EXERCISE DESCRIPTION: Print the records below from the first line through the line containing "return observers.flatMap((on) =>", both included, word for word.

SUPPLIED MATERIAL:

___

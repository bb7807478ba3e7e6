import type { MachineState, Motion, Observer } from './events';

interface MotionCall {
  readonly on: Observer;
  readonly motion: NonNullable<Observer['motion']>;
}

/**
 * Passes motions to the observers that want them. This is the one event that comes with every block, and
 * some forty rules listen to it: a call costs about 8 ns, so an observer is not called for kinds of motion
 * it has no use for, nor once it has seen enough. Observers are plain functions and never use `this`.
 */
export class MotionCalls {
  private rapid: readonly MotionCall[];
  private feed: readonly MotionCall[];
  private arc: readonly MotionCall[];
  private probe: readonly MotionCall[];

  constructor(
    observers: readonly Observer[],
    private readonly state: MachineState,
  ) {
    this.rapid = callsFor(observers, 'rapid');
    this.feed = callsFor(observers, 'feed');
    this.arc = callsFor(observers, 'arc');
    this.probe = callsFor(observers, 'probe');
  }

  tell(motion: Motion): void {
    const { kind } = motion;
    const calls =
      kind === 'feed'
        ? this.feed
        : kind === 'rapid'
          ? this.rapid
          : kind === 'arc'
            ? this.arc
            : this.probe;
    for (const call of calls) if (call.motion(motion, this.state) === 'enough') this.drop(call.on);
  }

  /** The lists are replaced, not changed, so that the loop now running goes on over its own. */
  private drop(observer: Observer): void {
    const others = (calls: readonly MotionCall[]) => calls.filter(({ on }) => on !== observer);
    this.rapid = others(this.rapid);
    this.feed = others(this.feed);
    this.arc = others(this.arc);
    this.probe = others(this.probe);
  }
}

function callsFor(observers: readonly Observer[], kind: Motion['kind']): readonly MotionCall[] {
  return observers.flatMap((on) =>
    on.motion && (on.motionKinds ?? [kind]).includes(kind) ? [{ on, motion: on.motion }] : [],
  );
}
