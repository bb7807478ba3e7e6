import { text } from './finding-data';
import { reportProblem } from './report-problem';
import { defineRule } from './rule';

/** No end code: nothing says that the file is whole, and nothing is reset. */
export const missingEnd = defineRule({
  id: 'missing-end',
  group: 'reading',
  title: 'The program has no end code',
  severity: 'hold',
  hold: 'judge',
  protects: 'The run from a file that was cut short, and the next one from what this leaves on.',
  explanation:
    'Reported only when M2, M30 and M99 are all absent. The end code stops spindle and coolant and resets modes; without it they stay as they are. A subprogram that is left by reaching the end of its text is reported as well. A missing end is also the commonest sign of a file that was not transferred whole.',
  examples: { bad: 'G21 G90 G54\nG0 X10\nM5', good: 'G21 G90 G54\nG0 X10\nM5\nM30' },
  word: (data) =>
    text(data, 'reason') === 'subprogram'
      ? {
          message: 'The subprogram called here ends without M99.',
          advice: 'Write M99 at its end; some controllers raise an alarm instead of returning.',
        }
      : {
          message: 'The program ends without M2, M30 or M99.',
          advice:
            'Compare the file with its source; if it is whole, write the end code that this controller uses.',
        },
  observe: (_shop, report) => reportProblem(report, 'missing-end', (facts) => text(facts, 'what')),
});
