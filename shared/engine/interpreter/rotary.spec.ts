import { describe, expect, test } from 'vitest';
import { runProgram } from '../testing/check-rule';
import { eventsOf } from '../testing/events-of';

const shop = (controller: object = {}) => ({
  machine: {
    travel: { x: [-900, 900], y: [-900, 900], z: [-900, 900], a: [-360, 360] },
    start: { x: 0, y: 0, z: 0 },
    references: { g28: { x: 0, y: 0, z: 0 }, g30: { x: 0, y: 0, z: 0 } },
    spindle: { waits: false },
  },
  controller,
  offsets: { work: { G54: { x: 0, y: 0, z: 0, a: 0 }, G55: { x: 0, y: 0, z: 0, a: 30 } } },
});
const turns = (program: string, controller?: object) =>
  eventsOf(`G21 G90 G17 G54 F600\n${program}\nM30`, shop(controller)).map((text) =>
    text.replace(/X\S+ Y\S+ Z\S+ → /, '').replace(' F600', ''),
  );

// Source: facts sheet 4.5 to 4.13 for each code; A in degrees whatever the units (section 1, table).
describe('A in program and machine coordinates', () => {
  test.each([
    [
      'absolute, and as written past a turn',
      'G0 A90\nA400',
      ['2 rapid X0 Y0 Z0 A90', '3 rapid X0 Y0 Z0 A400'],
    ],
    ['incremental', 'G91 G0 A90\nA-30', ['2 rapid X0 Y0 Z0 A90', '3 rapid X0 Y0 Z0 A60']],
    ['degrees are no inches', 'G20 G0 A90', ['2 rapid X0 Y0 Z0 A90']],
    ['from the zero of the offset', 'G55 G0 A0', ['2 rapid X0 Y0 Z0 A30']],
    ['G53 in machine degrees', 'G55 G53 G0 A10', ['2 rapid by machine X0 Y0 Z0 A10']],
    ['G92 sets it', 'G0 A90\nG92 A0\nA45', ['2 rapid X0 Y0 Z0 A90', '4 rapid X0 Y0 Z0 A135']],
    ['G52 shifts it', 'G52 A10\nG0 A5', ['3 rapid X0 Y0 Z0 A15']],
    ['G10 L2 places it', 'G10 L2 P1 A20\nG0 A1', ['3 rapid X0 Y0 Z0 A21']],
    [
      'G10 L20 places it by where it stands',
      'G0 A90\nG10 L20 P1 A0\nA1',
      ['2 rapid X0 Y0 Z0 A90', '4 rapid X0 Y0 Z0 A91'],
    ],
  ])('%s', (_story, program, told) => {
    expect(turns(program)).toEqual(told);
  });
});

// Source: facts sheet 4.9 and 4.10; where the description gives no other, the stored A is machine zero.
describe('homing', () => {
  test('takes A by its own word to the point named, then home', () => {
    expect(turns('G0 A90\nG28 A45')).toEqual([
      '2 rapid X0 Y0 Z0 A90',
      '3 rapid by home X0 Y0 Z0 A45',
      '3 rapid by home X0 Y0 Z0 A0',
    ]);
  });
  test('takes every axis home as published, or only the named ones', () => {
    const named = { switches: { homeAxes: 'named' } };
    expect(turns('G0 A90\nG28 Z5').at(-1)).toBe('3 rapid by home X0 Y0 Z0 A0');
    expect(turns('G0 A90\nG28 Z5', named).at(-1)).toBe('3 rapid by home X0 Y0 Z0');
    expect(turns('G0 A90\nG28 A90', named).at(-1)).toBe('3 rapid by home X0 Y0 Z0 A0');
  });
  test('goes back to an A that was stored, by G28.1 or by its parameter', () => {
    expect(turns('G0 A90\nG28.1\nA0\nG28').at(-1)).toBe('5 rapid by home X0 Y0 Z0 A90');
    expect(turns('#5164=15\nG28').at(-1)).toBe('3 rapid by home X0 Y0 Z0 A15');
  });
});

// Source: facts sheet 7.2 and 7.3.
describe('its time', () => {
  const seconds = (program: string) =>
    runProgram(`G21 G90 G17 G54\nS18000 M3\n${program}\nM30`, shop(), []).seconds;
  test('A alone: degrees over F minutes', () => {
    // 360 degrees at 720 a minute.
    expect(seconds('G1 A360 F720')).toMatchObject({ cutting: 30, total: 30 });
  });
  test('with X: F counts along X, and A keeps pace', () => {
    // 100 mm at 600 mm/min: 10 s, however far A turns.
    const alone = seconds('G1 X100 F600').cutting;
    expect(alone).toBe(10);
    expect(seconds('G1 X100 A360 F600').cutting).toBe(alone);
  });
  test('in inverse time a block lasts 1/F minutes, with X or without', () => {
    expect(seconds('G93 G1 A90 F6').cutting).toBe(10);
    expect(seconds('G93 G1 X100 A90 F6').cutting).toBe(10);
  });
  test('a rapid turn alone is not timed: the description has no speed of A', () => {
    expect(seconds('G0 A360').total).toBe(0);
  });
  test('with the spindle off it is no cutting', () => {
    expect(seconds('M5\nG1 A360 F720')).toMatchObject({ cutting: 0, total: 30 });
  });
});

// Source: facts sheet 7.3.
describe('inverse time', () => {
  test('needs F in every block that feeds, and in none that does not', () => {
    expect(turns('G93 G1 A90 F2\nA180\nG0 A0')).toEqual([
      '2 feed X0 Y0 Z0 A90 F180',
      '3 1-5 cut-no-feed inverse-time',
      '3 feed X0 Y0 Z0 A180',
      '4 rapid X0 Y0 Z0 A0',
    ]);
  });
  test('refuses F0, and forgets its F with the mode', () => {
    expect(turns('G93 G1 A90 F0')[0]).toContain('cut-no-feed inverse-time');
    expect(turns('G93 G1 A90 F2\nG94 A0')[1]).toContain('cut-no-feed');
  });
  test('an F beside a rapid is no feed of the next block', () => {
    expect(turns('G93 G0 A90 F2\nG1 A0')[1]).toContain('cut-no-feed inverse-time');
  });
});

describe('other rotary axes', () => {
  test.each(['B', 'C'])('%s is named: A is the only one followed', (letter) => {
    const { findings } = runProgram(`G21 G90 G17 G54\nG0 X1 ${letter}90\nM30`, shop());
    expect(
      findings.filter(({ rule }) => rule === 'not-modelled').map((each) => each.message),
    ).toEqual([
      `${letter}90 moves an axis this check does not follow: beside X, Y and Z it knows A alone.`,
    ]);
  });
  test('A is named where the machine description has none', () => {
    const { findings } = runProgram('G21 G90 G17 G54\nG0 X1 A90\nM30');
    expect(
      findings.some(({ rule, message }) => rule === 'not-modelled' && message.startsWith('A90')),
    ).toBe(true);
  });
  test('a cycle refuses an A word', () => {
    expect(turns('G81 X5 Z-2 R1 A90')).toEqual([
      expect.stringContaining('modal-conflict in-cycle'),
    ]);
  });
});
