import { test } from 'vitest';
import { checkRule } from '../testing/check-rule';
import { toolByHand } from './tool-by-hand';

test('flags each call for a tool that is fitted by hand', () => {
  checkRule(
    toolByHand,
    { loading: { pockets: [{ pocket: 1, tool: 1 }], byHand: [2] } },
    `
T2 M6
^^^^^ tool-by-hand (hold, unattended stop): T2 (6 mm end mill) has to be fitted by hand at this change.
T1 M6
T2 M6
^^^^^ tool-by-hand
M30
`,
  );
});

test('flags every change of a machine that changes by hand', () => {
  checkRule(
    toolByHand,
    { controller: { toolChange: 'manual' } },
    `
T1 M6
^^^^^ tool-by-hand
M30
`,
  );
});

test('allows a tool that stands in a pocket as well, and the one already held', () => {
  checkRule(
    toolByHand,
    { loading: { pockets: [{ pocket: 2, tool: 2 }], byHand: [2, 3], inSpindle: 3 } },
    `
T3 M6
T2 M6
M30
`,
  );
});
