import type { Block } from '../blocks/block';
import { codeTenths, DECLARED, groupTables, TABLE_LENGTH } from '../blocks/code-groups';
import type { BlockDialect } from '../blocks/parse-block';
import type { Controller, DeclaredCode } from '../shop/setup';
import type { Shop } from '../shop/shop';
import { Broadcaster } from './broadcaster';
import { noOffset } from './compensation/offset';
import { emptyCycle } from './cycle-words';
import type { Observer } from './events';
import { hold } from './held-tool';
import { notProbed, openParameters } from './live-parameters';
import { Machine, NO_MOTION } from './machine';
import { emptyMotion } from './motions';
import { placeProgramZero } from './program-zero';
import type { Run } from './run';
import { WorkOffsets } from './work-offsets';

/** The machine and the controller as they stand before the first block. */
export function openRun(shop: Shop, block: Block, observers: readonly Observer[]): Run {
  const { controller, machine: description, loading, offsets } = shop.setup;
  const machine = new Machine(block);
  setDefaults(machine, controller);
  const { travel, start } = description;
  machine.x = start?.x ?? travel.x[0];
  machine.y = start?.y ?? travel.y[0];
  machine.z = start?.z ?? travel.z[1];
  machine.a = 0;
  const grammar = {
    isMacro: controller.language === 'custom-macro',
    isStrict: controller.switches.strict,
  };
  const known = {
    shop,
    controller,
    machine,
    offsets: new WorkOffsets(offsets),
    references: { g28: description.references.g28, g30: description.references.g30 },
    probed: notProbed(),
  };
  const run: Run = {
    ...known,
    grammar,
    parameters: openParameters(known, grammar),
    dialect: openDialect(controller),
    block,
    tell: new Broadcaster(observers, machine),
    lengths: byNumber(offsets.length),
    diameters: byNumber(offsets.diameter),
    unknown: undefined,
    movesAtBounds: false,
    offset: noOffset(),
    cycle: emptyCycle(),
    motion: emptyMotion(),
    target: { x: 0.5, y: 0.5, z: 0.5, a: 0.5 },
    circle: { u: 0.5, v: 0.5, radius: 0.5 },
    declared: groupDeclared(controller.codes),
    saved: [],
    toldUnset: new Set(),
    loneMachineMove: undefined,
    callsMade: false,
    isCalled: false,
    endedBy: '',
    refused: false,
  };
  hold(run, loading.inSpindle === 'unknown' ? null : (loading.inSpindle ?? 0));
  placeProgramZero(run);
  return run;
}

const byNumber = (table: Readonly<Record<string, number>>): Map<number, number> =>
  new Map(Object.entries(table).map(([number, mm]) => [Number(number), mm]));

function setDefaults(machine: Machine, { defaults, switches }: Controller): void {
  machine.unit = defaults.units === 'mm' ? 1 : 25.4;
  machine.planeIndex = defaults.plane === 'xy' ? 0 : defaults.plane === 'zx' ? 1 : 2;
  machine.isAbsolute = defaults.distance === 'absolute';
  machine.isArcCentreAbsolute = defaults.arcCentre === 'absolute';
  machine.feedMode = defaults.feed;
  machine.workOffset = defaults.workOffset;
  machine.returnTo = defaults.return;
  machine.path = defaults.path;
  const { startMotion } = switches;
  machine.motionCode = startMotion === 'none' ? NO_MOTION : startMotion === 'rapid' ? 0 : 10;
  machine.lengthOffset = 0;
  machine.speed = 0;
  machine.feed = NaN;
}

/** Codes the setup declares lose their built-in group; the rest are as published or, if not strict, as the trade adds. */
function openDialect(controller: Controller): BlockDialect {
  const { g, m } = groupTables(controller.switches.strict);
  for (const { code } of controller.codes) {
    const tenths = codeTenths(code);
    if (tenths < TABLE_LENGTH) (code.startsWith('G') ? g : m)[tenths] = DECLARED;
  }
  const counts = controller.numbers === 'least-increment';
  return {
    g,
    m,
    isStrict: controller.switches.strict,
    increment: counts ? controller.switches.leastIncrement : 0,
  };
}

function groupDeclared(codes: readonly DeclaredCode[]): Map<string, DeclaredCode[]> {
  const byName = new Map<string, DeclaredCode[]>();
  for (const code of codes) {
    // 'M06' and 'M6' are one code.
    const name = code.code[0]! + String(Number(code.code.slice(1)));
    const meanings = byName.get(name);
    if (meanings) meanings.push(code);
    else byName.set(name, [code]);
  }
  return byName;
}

___

RESPONSE AREA:
repository bb7807478ba3e7e6
import type { MachineState, Motion, Observer } from './events';

interface MotionCall {
  readonly on: Observer;
  readonly motion: NonNullable<Observer['motion']>;
}

/**
 * Passes motions to the observers that want them. This is the one event that comes with every block, and
 * some forty rules listen to it: a call costs about 8 ns, so an observer is not called for kinds of motion
 * it has no use for, nor once it has seen enough. Observers are plain functions and never use `this`.
 */
export class MotionCalls {
  private rapid: readonly MotionCall[];
  private feed: readonly MotionCall[];
  private arc: readonly MotionCall[];
  private probe: readonly MotionCall[];

  constructor(
    observers: readonly Observer[],
    private readonly state: MachineState,
  ) {
    this.rapid = callsFor(observers, 'rapid');
    this.feed = callsFor(observers, 'feed');
    this.arc = callsFor(observers, 'arc');
    this.probe = callsFor(observers, 'probe');
  }

  tell(motion: Motion): void {
    const { kind } = motion;
    const calls =
      kind === 'feed'
        ? this.feed
        : kind === 'rapid'
          ? this.rapid
          : kind === 'arc'
            ? this.arc
            : this.probe;
    for (const call of calls) if (call.motion(motion, this.state) === 'enough') this.drop(call.on);
  }

  /** The lists are replaced, not changed, so that the loop now running goes on over its own. */
  private drop(observer: Observer): void {
    const others = (calls: readonly MotionCall[]) => calls.filter(({ on }) => on !== observer);
    this.rapid = others(this.rapid);
    this.feed = others(this.feed);
    this.arc = others(this.arc);
    this.probe = others(this.probe);
  }
}

function callsFor(observers: readonly Observer[], kind: Motion['kind']): readonly MotionCall[] {
  return observers.flatMap((on) =>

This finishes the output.